▶ **Provided entries**:
import { describe, it, expect } from 'vitest';
import { analyse } from './analyse.js';
import { bendRoute } from '../../test/projectBuilder.js';
import { diagnosticText } from '../diagnostics/wording.js';
import { notVerifiedText } from '../provenance/entry.js';
import { REGISTER } from '../provenance/register.js';
import { plainWording as context } from '../../test/plainWording.js';

/** The odd-bend finding at the bend of a route turned `deg`, DN300 at 1 MPa, or undefined. */
const oddBend = (deg: number) =>
  analyse(bendRoute(deg, 0.326, 1e6))
    .fittings.find((f) => f.node.id === 'n2')!
    .diagnostics.find((d) => d.code === 'fitting.odd-bend');

// Standard bend fittings turn 90°, 45°, 22½° and 11¼° (¼, ⅛, ¹⁄₁₆ and ¹⁄₃₂ bends, AWWA C110/A21.10; from
// memory); a joint takes up the straight-joint tolerance, 0.5° (register: fitting.straight-tolerance).
describe('a bend no standard fitting makes', () => {
  it('is named with its nearest standard bend: 47° → 45°, 30° → 22.5°, 70° → 90°', () => {
    expect(oddBend(47)?.values).toEqual({ angle: expect.closeTo(47, 6), nearest: 45 });
    expect(oddBend(30)?.values.nearest).toBe(22.5);
    expect(oddBend(70)?.values.nearest).toBe(90);
    expect(oddBend(47)?.severity).toBe('info');
  });
  it('passes every standard angle and one within the joints’ 0.5° of it', () => {
    for (const deg of [11.25, 22.5, 45, 90, 45.4, 89.6]) expect(oddBend(deg), `${deg}°`).toBeUndefined();
  });
  it('under half the smallest bend (5.625°) it is a deflection at the joints, with no fitting named', () => {
    const d = oddBend(4)!;
    expect(d.values.nearest).toBeUndefined();
    expect(diagnosticText(d, context)).toMatch(/^No bend fitting turns as little as 4°: deflect the joints here/);
  });
  it('says which standard the angles were not verified against, as the register does', () => {
    const text = diagnosticText(oddBend(47)!, context);
    expect(text).toContain('No standard bend turns 47°: the nearest is 45°.');
    const e = REGISTER['fitting.standard-bends'];
    expect(e.verified).toBe(false);
    expect(text).toContain(`(standard bends ${notVerifiedText(e)})`);
  });
});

▶ **What to produce**: What is wanted is an exact copy of the data.

▶ **Reply**:
import { describe, it, expect } from 'vitest';
import { analyse } from './analyse.js';
import { bendRoute } from '../../test/projectBuilder.js';
import { diagnosticText } from '../diagnostics/wording.js';
import { notVerifiedText } from '../provenance/entry.js';
import { REGISTER } from '../provenance/register.js';
import { plainWording as context } from '../../test/plainWording.js';

/** The odd-bend finding at the bend of a route turned `deg`, DN300 at 1 MPa, or undefined. */
const oddBend = (deg: number) =>
  analyse(bendRoute(deg, 0.326, 1e6))
    .fittings.find((f) => f.node.id === 'n2')!
    .diagnostics.find((d) => d.code === 'fitting.odd-bend');

// Standard bend fittings turn 90°, 45°, 22½° and 11¼° (¼, ⅛, ¹⁄₁₆ and ¹⁄₃₂ bends, AWWA C110/A21.10; from
// memory); a joint takes up the straight-joint tolerance, 0.5° (register: fitting.straight-tolerance).
describe('a bend no standard fitting makes', () => {
  it('is named with its nearest standard bend: 47° → 45°, 30° → 22.5°, 70° → 90°', () => {
    expect(oddBend(47)?.values).toEqual({ angle: expect.closeTo(47, 6), nearest: 45 });
    expect(oddBend(30)?.values.nearest).toBe(22.5);
    expect(oddBend(70)?.values.nearest).toBe(90);
    expect(oddBend(47)?.severity).toBe('info');
  });
  it('passes every standard angle and one within the joints’ 0.5° of it', () => {
    for (const deg of [11.25, 22.5, 45, 90, 45.4, 89.6]) expect(oddBend(deg), `${deg}°`).toBeUndefined();
  });
  it('under half the smallest bend (5.625°) it is a deflection at the joints, with no fitting named', () => {
    const d = oddBend(4)!;
    expect(d.values.nearest).toBeUndefined();
    expect(diagnosticText(d, context)).toMatch(/^No bend fitting turns as little as 4°: deflect the joints here/);
  });
  it('says which standard the angles were not verified against, as the register does', () => {
    const text = diagnosticText(oddBend(47)!, context);
    expect(text).toContain('No standard bend turns 47°: the nearest is 45°.');
    const e = REGISTER['fitting.standard-bends'];
    expect(e.verified).toBe(false);
    expect(text).toContain(`(standard bends ${notVerifiedText(e)})`);
  });
});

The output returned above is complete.